If you don't put host to Maintenance and stop VDSM, host become NonResponsive and engine will try to fence it (1st by SSH Soft Fencing and then by Power Management). If your host was in Maintenance before you stopped VDSM manually, then please provide engine logs.

Comment 7 Michael Burman 2017-01-24 07:49:45 UTC

Created attachment 1243847 [details]
engine log

Comment 8 Oved Ourfali 2017-01-24 08:19:04 UTC

So Seems like this is a general return when the non responsive treatment succeeded.
The soft fencing is part of that treatment.

Martin - thoughts?
I can we can rephrase, or add a specific audit log to distinguish.
Also, what happens in case it is skipped?

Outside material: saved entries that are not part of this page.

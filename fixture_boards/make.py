"""Draws the fixture boards: `python fixture_boards/make.py`. Boards, parts and figures are invented."""

from __future__ import annotations

from pathlib import Path

from drawing import DIODE, TWO_PIN, Drawing, Part, Project, Shape, Sheet, write

HERE = Path(__file__).resolve().parent


def two(letter: str) -> Shape:
    return Shape(TWO_PIN.pins, 1.27, 1.27, letter, True)


LINEAR = Shape((("1", "GND", "power_in", "b", 0), ("2", "OUT", "power_out", "r", 0), ("3", "IN", "power_in", "l", 0)), 7.62, 5.08)
FLOATING = Shape((("1", "ADJ", "input", "b", 0), ("2", "OUT", "power_out", "r", 0), ("3", "IN", "power_in", "l", 0)), 7.62, 5.08)
BUCK = Shape(
    (
        ("1", "VIN", "power_in", "l", -1),
        ("2", "EN", "input", "l", 1),
        ("3", "GND", "power_in", "b", 0),
        ("4", "SW", "output", "r", -1),
        ("5", "FB", "input", "r", 1),
    )
)
PUMP = Shape(
    (
        ("1", "VIN", "power_in", "l", -1),
        ("2", "GND", "power_in", "b", 0),
        ("3", "VOUT", "power_out", "r", -1),
        ("4", "C+", "passive", "l", 1),
        ("5", "C-", "passive", "r", 1),
    )
)
CHIP = Shape((("1", "VDD", "power_in", "t", 0), ("2", "VSS", "power_in", "b", 0), ("3", "IO", "bidirectional", "r", 0)))
OPAMP = Shape((("1", "V+", "power_in", "t", 0), ("2", "V-", "power_in", "b", 0), ("3", "OUT", "output", "r", 0)))
SOCKET = Shape((("1", "1", "passive", "r", -1), ("2", "2", "passive", "r", 1)), 5.08, 5.08, "J")
SHAPES = {
    "R": two("R"),
    "C": two("C"),
    "L": two("L"),
    "Bead": two("FB"),
    "Diode": DIODE,
    "Lamp": DIODE,
    "Linear": LINEAR,
    "Floating": FLOATING,
    "Buck": BUCK,
    "Boost": BUCK,
    "Pump": PUMP,
    "Chip": CHIP,
    "OpAmp": OPAMP,
    "Socket": SOCKET,
}
SOT223 = "Package_TO_SOT_SMD:SOT-223-3_TabPin2"
DPAK = "Package_TO_SOT_SMD:TO-252-3_TabPin2"
SOIC_EP = "Package_SO:SOIC-8-1EP_3.9x4.9mm_P1.27mm_EP2.29x3mm"
R0603 = "Resistor_SMD:R_0603_1608Metric"
C0805 = "Capacitor_SMD:C_0805_2012Metric"


def resistor(ref: str | tuple[str, ...], value: str, at: tuple[float, float], a: str, b: str, **more: object) -> Part:
    return Part(ref, "R", value, at, {"1": a, "2": b}, R0603, **more)  # type: ignore[arg-type]


def capacitor(ref: str | tuple[str, ...], value: str, at: tuple[float, float], a: str, b: str) -> Part:
    return Part(ref, "C", value, at, {"1": a, "2": b}, C0805)


def linear(ref: str | tuple[str, ...], value: str, at: tuple[float, float], i: str, o: str, footprint: str = SOT223) -> Part:
    return Part(ref, "Linear", value, at, {"3": i, "2": o, "1": "GND"}, footprint, description="Low-dropout regulator")


def chip(ref: str | tuple[str, ...], value: str, at: tuple[float, float], rail: str, **fields: str) -> Part:
    return Part(ref, "Chip", value, at, {"1": rail, "2": "GND"}, "Package_SO:SOIC-8_3.9x4.9mm_P1.27mm", fields)


def seedling_bench() -> Project:
    """24 V greenhouse bench: buck, linear behind it, ferrite-split rail, adjustable linear that is too hot. KiCad 6."""
    parts = [
        Part("J1", "Socket", "24 V in", (40.64, 50.8), {"1": "+24V", "2": "GND"}, "TerminalBlock:TerminalBlock_2P"),
        capacitor("C1", "10uF/50V", (63.5, 50.8), "+24V", "GND"),
        Part(
            "U1",
            "Buck",
            "QXB2405",
            (93.98, 50.8),
            {"1": "+24V", "2": "+24V", "3": "GND", "4": "SW5", "5": "FB5"},
            SOIC_EP,
            {"MPN": "QXB2405"},
            "Step-down converter",
        ),
        Part("L1", "L", "22uH/3A/DCR=40mR", (132.08, 45.72), {"1": "SW5", "2": "+5V"}, "Inductor_SMD:L_7.3x7.3mm"),
        resistor("R1", "105k 1%", (152.4, 45.72), "+5V", "FB5"),
        resistor("R2", "20k 1%", (172.72, 45.72), "FB5", "GND"),
        capacitor("C2", "47uF/10V", (193.04, 45.72), "+5V", "GND"),
        linear("U2", "QXL2133-3.3", (93.98, 96.52), "+5V", "+3V3"),
        Part("FB1", "Bead", "600R@100MHz", (132.08, 96.52), {"1": "+3V3", "2": "+3V3A"}, "Inductor_SMD:L_0805"),
        chip("U3", "GBC-7", (160.02, 96.52), "+3V3", I_load="45/70 mA"),
        chip("U4", "HSN-2", (193.04, 96.52), "+3V3A", I_load="6/9 mA"),
        resistor("R3", "1k 1%", (220.98, 45.72), "+5V", "LAMP"),
        Part("D1", "Lamp", "LED GREEN", (236.22, 45.72), {"2": "LAMP", "1": "GND"}, "LED_SMD:LED_0603_1608Metric"),
        Part("U5", "Floating", "QXA40", (93.98, 137.16), {"3": "+24V", "2": "+12V", "1": "ADJ12"}, SOT223, {"MPN": "QXA40"}),
        resistor("R4", "240R 1%", (132.08, 137.16), "+12V", "ADJ12"),
        resistor("R5", "2.05k 1%", (152.4, 137.16), "ADJ12", "GND"),
        chip("U6", "VALVE-DRV", (182.88, 137.16), "+12V", I_load="80/95 mA"),
        resistor("R9", "0R", (220.98, 137.16), "+12V", "+5V", fields={"DNP": "yes"}),
    ]
    texts = [("Valves: 95 mA at most when all three are open", (170.18, 160.02)), ("R9 only for bench tests", (210.82, 160.02))]
    drawing = Drawing("seedling_bench.kicad_sch", parts, texts)
    return Project("seedling_bench", 20211123, SHAPES, ("+24V", "+12V", "+5V", "+3V3", "+3V3A", "GND"), [drawing])


def lane_lamp() -> Project:
    """Vehicle side lamp: a channel sheet used twice behind a series diode, and a controller nobody annotated. KiCad 8."""
    channel = [
        linear(("U101", "U201"), "QXL2150-5.0", (93.98, 50.8), "VP", "V5", DPAK),
        capacitor(("C101", "C201"), "10uF/25V", (63.5, 50.8), "VP", "GND"),
        capacitor(("C102", "C202"), "10uF/10V", (132.08, 50.8), "V5", "GND"),
        resistor(("R101", "R201"), "150R 1%", (152.4, 45.72), "V5", "LAMP_A"),
        Part(("D101", "D201"), "Lamp", "LED WHITE", (172.72, 45.72), {"2": "LAMP_A", "1": "GND"}, "LED_SMD:LED_0805"),
        chip(("U102", "U202"), "FADE-1", (203.2, 50.8), "V5", I_load="20/24 mA"),
    ]
    root = [
        Part("J1", "Socket", "lamp feed", (40.64, 50.8), {"1": "+12V_IN", "2": "GND"}, "Connector:Lamp_2P"),
        Part("D1", "Diode", "SK34 Schottky", (71.12, 50.8), {"2": "+12V_IN", "1": "+12V"}, "Diode_SMD:D_SMA", {}, "Schottky diode"),
        capacitor("C1", "47uF/35V", (91.44, 50.8), "+12V", "GND"),
        linear("U1", "QXL2133-3.3", (121.92, 50.8), "+12V", "+3V3"),
        capacitor("C2", "10uF/10V", (154.94, 50.8), "+3V3", "GND"),
        chip("U2", "LAMP-CTL", (182.88, 50.8), "+3V3"),
        resistor("R1", "0R", (215.9, 50.8), "+12V", "+3V3", dnp=True),
    ]
    texts = [("U2: up to 30 mA with both lamps fading", (172.72, 76.2))]
    sheet = Sheet(("Left", "Right"), "channel.kicad_sch", ((71.12, 101.6), (121.92, 101.6)), {"VP": ("+12V", "+12V")})
    drawings = [
        Drawing("lane_lamp.kicad_sch", root, texts, (), [sheet]),
        Drawing("channel.kicad_sch", channel, (), ("VP",)),
    ]
    return Project("lane_lamp", 20231120, SHAPES, ("+12V_IN", "+12V", "+3V3", "GND"), drawings)


def tide_logger() -> Project:
    """Battery tide gauge: boost, linear and a negative rail, with no current stated anywhere. KiCad 9."""
    parts = [
        Part("J1", "Socket", "Li-ion cell", (40.64, 50.8), {"1": "VBAT", "2": "GND"}, "Connector:Battery_2P"),
        capacitor("C1", "22uF/10V", (63.5, 50.8), "VBAT", "GND"),
        Part(
            "U1",
            "Boost",
            "QXU12",
            (93.98, 50.8),
            {"1": "VBAT", "2": "VBAT", "3": "GND", "4": "SWB", "5": "FBB"},
            "Package_TO_SOT_SMD:SOT-23-5",
            {"MPN": "QXU12"},
            "Step-up (boost) converter",
        ),
        Part("L1", "L", "10uH", (132.08, 45.72), {"1": "VBAT", "2": "SWB"}, "Inductor_SMD:L_5x5mm"),
        Part("D1", "Diode", "SK24 Schottky", (152.4, 45.72), {"2": "SWB", "1": "+9V"}, "Diode_SMD:D_SMA", {}, "Schottky diode"),
        resistor("R1", "140k 1%", (172.72, 45.72), "+9V", "FBB"),
        resistor("R2", "10k 1%", (193.04, 45.72), "FBB", "GND"),
        capacitor("C2", "22uF/16V", (213.36, 45.72), "+9V", "GND"),
        linear("U2", "QXL2150-5.0", (93.98, 96.52), "+9V", "+5V"),
        capacitor("C3", "10uF/10V", (132.08, 96.52), "+5V", "GND"),
        Part("U3", "Pump", "QXN5", (162.56, 96.52), {"1": "+5V", "2": "GND", "3": "-5V", "4": "CPP", "5": "CPN"}, "Package_TO_SOT_SMD:SOT-23-5", {"MPN": "QXN5"}, "Charge pump inverter"),
        capacitor("C4", "2.2uF", (193.04, 96.52), "CPP", "CPN"),
        capacitor("C5", "10uF/10V", (213.36, 96.52), "GND", "-5V"),
        Part("U4", "OpAmp", "GAUGE-AMP", (241.3, 96.52), {"1": "+5V", "2": "-5V"}, "Package_SO:SOIC-8_3.9x4.9mm_P1.27mm"),
        chip("U5", "LOG-3", (93.98, 137.16), "+5V"),
    ]
    drawing = Drawing("tide_logger.kicad_sch", parts, [("Logger wakes every minute", (83.82, 157.48))])
    return Project("tide_logger", 20250114, SHAPES, ("VBAT", "+9V", "+5V", "-5V", "GND"), [drawing])


BOARDS = (seedling_bench, lane_lamp, tide_logger)

if __name__ == "__main__":
    for board in BOARDS:
        project = board()
        write(project, HERE / project.name)
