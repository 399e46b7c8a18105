"""Draw the README's picture of a workbook: audit a fixture board, print its pages with LibreOffice, crop two of them.

Run it by hand after a change of the workbook: python fixture_boards/picture.py   (needs soffice and pdftoppm)
"""

from __future__ import annotations

import subprocess
import sys
import tempfile
from pathlib import Path

HERE = Path(__file__).resolve().parent
BOARD = "lane_lamp"
DPI = 130
PAGES = {"regulators": (3, (40, 50, 1440, 200)), "currents": (5, (40, 50, 1440, 360))}
"""Name → page, and the part of it to keep: left, top, width, height in pixels."""


def main() -> None:
    with tempfile.TemporaryDirectory() as name:
        work = Path(name)
        book = work / f"{BOARD}.xlsx"
        run([sys.executable, "-m", "analyzer.cli", "audit", str(HERE / BOARD), "--workbook", str(book)], HERE.parent)
        run(["soffice", "--headless", "--convert-to", "pdf", book.name], work)
        for label, (page, box) in PAGES.items():
            place = [text for flag, pixels in zip("xyWH", box, strict=True) for text in (f"-{flag}", str(pixels))]
            command = ["pdftoppm", "-png", "-r", str(DPI), "-f", str(page), "-singlefile", *place, f"{BOARD}.pdf"]
            run([*command, str(HERE / BOARD / f"workbook_{label}")], work)


def run(command: list[str], folder: Path) -> None:
    """Run a program quietly; an audit with findings ends in 5."""
    done = subprocess.run(command, cwd=folder, capture_output=True, text=True, check=False)
    if done.returncode not in (0, 5):
        raise SystemExit(done.stdout + done.stderr)


if __name__ == "__main__":
    main()
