"""Thermal paths: one resistance model a file."""

from __future__ import annotations

from analyzer.heat.path.base import ThermalPath
from analyzer.heat.path.select import thermal_path

__all__ = ["ThermalPath", "thermal_path"]
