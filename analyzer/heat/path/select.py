"""Which thermal path a part's budget uses, in the order of trust.

Measured temperature > stated heat sink > stated θJA > copper-area or air-speed table > θJA of the rule > pad on stated
copper > generic table.
"""

from __future__ import annotations

from collections.abc import Iterable

from analyzer.circuit import Circuit
from analyzer.evidence import Evidence, Grade
from analyzer.findings import heat as kinds
from analyzer.heat.path.base import ThermalPath, all_air
from analyzer.heat.path.board import correction, design_class
from analyzer.heat.path.pad import pad_path
from analyzer.part import Part
from analyzer.quantity import ZERO, Span
from analyzer.rule import BoardClass, Curve, PackageRule, ThermalFigure
from analyzer.settings import PartStatement, Settings
from analyzer.wording import show


def thermal_path(
    part: Part, circuit: Circuit, settings: Settings, stated: PartStatement, packages: Iterable[PackageRule]
) -> ThermalPath | str:
    """The path, or what is missing for one, in words."""
    design, why = design_class(circuit, settings, stated)
    pour, moves = stated.pour or settings.board.pour, settings.site.air_speed.span.low > 0
    useful = [one for one in part.thermal if one.theta_ja or (one.copper and pour) or (one.air and moves)]
    figure = _closest(useful or part.thermal, design)
    found = _measured(stated, figure)
    if found is None and (stated.case_measured is not None or stated.board_measured is not None):
        # a measured temperature that is left unused would let the budget say less than is known
        return f"{'ψJT' if stated.case_measured is not None else 'ψJB'} for the measured temperature"
    found = found or _sink(stated)
    if found is not None:
        return found
    if stated.theta_ja is not None:
        return _with_foster(all_air(stated.theta_ja, words="θJA stated for this part"), figure)
    if figure is not None:
        table = _copper(figure, stated, settings, design, part) or _air(figure, settings, design, part)
        if table is not None:
            return _with_foster(table, figure)
        if figure.theta_ja is not None:
            return _with_foster(_by_class(part, figure, design, why), figure)
    bottom = next((one.theta_jc_bottom for one in part.thermal if one.theta_jc_bottom), None)
    if bottom is not None and pour is not None and (estimate := pad_path(part, bottom, pour, stated.vias, design)):
        return estimate
    return _generic(part, design, why, packages)


def _closest(figures: Iterable[ThermalFigure], design: BoardClass) -> ThermalFigure | None:
    """The figure of the design's own class, else of the next poorer one, else of a better one; the worse of two."""
    order = list(BoardClass)
    wanted = order.index(design)

    def far(figure: ThermalFigure) -> tuple[int, float]:
        rank = order.index(figure.board or BoardClass.HIGH)
        theta = figure.theta_ja.span.high if figure.theta_ja else 0.0
        return (wanted - rank if rank <= wanted else len(order) + rank - wanted, -theta)

    return min(figures, key=far, default=None)


def _measured(stated: PartStatement, figure: ThermalFigure | None) -> ThermalPath | None:
    """ψJT or ψJB with a measured temperature: the only use these parameters have."""
    for spot, psi, name in (
        (stated.case_measured, figure.psi_jt if figure else None, "ψJT"),
        (stated.board_measured, figure.psi_jb if figure else None, "ψJB"),
    ):
        if spot is not None and psi is not None:
            words = f"{name} above the measured temperature"
            return ThermalPath(psi.span, ZERO, (spot, psi), measured=spot, words=words)
    return None


def _sink(stated: PartStatement) -> ThermalPath | None:
    if stated.heat_sink is None:
        return None
    junction_case, case_sink, sink = stated.heat_sink
    solid = junction_case.span + case_sink.span
    return ThermalPath(
        solid, ZERO, stated.heat_sink, sink=sink.span, words="θJC + θCS + θSA, θSA at the sink's own rise"
    )


def _copper(
    figure: ThermalFigure, stated: PartStatement, settings: Settings, design: BoardClass, part: Part
) -> ThermalPath | None:
    pour = stated.pour or settings.board.pour
    if figure.copper is None or pour is None:
        return None
    measured = figure.board or BoardClass.HIGH
    if measured is BoardClass.HIGH and correction(part.package.family, measured, design) > 1:
        # measured over inner planes that this board has not: the copper alone does not make up for them
        return None
    return _from_table(figure.copper, pour, f"θJA at {pour.span.low * 1e6:.0f} mm² of copper")


def _air(figure: ThermalFigure, settings: Settings, design: BoardClass, part: Part) -> ThermalPath | None:
    speed = settings.site.air_speed
    if figure.air is None or speed.span.low <= 0:
        return None
    factor = correction(part.package.family, figure.board or BoardClass.HIGH, design)
    if factor > 1:
        # no published ratio holds in moving air
        return None
    return _from_table(figure.air, speed, f"θJA at {show(speed.span.low, 'm/s')} of air")


def _from_table(table: Curve, at: Evidence, words: str) -> ThermalPath | None:
    """The table at the poor end of what is stated; None outside it: published tables are not extrapolated."""
    if not table.lowest <= at.span.low <= table.highest:
        return None
    span = table.at(at.span.low)
    theta = Evidence("θJA", span, "K/W", table.evidence.source, table.evidence.grade, words, (table.evidence, at))
    return all_air(theta, words=words)


def _by_class(part: Part, figure: ThermalFigure, design: BoardClass, why: Evidence) -> ThermalPath:
    theta = figure.theta_ja
    if theta is None:
        raise ValueError("the figure has no θJA")
    measured = figure.board or BoardClass.HIGH
    note = "" if figure.board else "board class not stated: taken as high-K"
    factor = correction(part.package.family, measured, design)
    if factor == 1:
        return all_air(theta, why, words=f"θJA ({measured.value}, design {design.value}){'; ' + note if note else ''}")
    corrected = Evidence(
        "θJA corrected for the board class",
        theta.span.scaled(factor),
        "K/W",
        f"published ratio for {part.package.family}: {measured.value} to {design.value}",
        Grade.DERIVED,
        f"{show(theta.span.nominal, 'K/W')} · {factor:.2f}",
        (theta, why),
        note,
    )
    message = (
        f"θJA {show(theta.span.high, 'K/W')} of class {measured.value}{' (presumed)' if note else ''} raised by "
        f"{factor:.2f} for the design's class {design.value}"
    )
    finding = kinds.CLASS_CORRECTED.found(part.ref, message, theta.source, key=part.key)
    return all_air(corrected, findings=(finding,), words=f"θJA {measured.value} → {design.value}")


def _generic(part: Part, design: BoardClass, why: Evidence, packages: Iterable[PackageRule]) -> ThermalPath | str:
    family = part.package.family
    if family is None:
        footprint = part.package.text or "no footprint"
        return f"θJA: package not understood ({footprint})"
    rule = next((one for one in packages if one.family == family), None)
    theta = rule.theta_ja.get(design) if rule else None
    if theta is None:
        return f"θJA: none known for package {family}"
    message = f"θJA {show(theta.span.high, 'K/W')} is the generic figure of {family} on {design.value}, ±40 %"
    finding = kinds.THETA_GENERIC.found(part.ref, message, theta.source, key=part.key)
    generic = Evidence(theta.quantity, theta.span, theta.unit, theta.source, Grade.PRESUMED, note="generic, ±40 %")
    return all_air(generic, why, findings=(finding,), words=f"generic θJA of {family} ({design.value})")


def _with_foster(path: ThermalPath, figure: ThermalFigure | None) -> ThermalPath:
    if figure is None or not figure.foster:
        return path
    span = Span.exact(sum(r for r, _ in figure.foster))
    network = Evidence(
        "Foster network, ΣR", span, "K/W", figure.source, Grade.RULED if figure.verified else Grade.PRESUMED
    )
    return ThermalPath(
        path.solid,
        path.air,
        (*path.evidence, network),
        path.sink,
        path.measured,
        figure.foster,
        path.findings,
        path.words,
    )
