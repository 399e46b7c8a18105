"""An exposed pad or tab on a patch of copper: θJC(bottom) + vias + the board as a radial fin.

Used only where no θJA is known: never to go below a published one. Against published finite-element results of SOT-223
the fin is good to 3 %, of other packages within −26 % and +50 %; so its θ is raised by 1.35, or by 2 where inner planes
carry the heat, whose constrictions it does not know (published 1.1 to 2.0).
"""

from __future__ import annotations

import math

from analyzer.evidence import Evidence, Grade
from analyzer.findings import heat as kinds
from analyzer.heat.coupling import BOTH_FACES, bessel_k
from analyzer.heat.path.base import ThermalPath
from analyzer.heat.path.board import POUR_AREA
from analyzer.heat.path.sink import via_resistance
from analyzer.part import Part
from analyzer.quantity import Span
from analyzer.rule import BoardClass
from analyzer.wording import show

PATCH = 385.0 * 35e-6 + 0.3 * 1.5e-3
"""kt [W/K] of 35 µm copper on 1.5 mm of FR-4 (k 0.3 W/mK across its plane)."""

PAD_RADIUS = 2e-3
ONE_VIA = via_resistance(1.6e-3, 0.3e-3, 25e-6)
"""K/W of a 0.3 mm via, plated 25 µm, through 1.6 mm."""

OUTER_FACTOR, INNER_FACTOR = 1.35, 2.0


def fin(area: float, radius: float = PAD_RADIUS, conductance: float = PATCH, film: float = BOTH_FACES) -> float:
    """θBA [K/W] of a round patch heated in its middle, nothing flowing over its rim.

    G = 2π·kt·m·r1·[K1(m·r1)·I1(m·r2) − I1(m·r1)·K1(m·r2)] / [K0(m·r1)·I1(m·r2) + I0(m·r1)·K1(m·r2)] + h·π·r1², θ = 1/G,
    m = √(h/kt). Source: the annular fin with adiabatic tip (textbook; Biber, "circuit board as radial fin").

    Args:
        area: Copper area [m²], more than the pad's own.
        radius: Radius of the pad r1 [m].
        conductance: kt [W/K].
        film: Heat transfer of both faces together [W/(m²·K)].
    """
    rim = math.sqrt(area / math.pi) if area > 0 else 0.0
    if not 0 < radius < rim or min(conductance, film) <= 0:
        raise ValueError("needs positive figures and more copper than the pad itself")
    m = math.sqrt(film / conductance)
    near, far = m * radius, m * rim
    flow = bessel_k(1, near) * bessel_i(1, far) - bessel_i(1, near) * bessel_k(1, far)
    rise = bessel_k(0, near) * bessel_i(1, far) + bessel_i(0, near) * bessel_k(1, far)
    return 1.0 / (2 * math.pi * conductance * near * flow / rise + film * math.pi * radius * radius)


def bessel_i(order: int, x: float) -> float:
    """Modified Bessel function of the first kind I0 or I1, by its series Σ (x/2)^(2k+n) / (k!·(k+n)!).

    Source: Abramowitz and Stegun 9.6.10.

    Raises:
        ValueError: For x outside 0 … 50, where the series needs few terms.
    """
    if not 0 <= x <= 50:
        raise ValueError("x lies outside 0 to 50")
    term = (x / 2) ** order / math.factorial(order)
    total, k = term, 0
    while term > 1e-17 * total:
        k += 1
        term *= (x / 2) ** 2 / (k * (k + order))
        total += term
    return total


def pad_path(
    part: Part, junction_case: Evidence, pour: Evidence, vias: int | None, design: BoardClass
) -> ThermalPath | None:
    """The path through the pad into the copper stated for it; None below 300 mm², where the estimate does not hold."""
    area = pour.span.low
    if area < POUR_AREA:
        return None
    factor = INNER_FACTOR if design is BoardClass.HIGH else OUTER_FACTOR
    through = ONE_VIA / vias if vias else 0.0
    board = Evidence(
        "board around the pad",
        Span.exact(fin(area) * factor),
        "K/W",
        "radial fin, 35 µm of copper, 20 W/(m²·K)",
        Grade.PRESUMED,
        f"{show(fin(area), 'K/W')} · {factor:g}",
        (pour,),
    )
    words = f"θJC(bottom) + {f'{vias} vias + ' if vias else ''}board estimate at {area * 1e6:.0f} mm²"
    message = f"θ of {show(junction_case.span.high + through + board.span.high, 'K/W')} is an estimate: {words}"
    finding = kinds.THETA_ESTIMATED.found(part.ref, message, junction_case.source, key=part.key)
    solid = junction_case.span + Span.exact(through)
    return ThermalPath(solid, board.span, (junction_case, board), findings=(finding,), words=words)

I've updated the title and set the severity to low.

Comment 9 Martin Perina 2017-01-24 09:29:03 UTC

Right, we don't distinguish between SSH Soft Fencing success and PM Restart success when returning result of VdsNotRespondingTreatment (code works fine, but events displayed to user may be a bit confusing). For now moving to 4.2, when a patch is ready we can retarget

Comment 10 Petr Matyáš 2017-11-14 15:58:43 UTC

Verified on ovirt-engine-4.2.0-0.0.master.20171113223918.git25568c3.el7.centos.noarch

Comment 11 Sandro Bonazzola 2017-12-20 10:45:21 UTC

This bugzilla is included in oVirt 4.2.0 release, published on Dec 20th 2017.

Since the problem described in this bug report should be
resolved in oVirt 4.2.0 release, published on Dec 20th 2017, it has been closed with a resolution of CURRENT RELEASE.

If the solution does not work for you, please open a new bug report.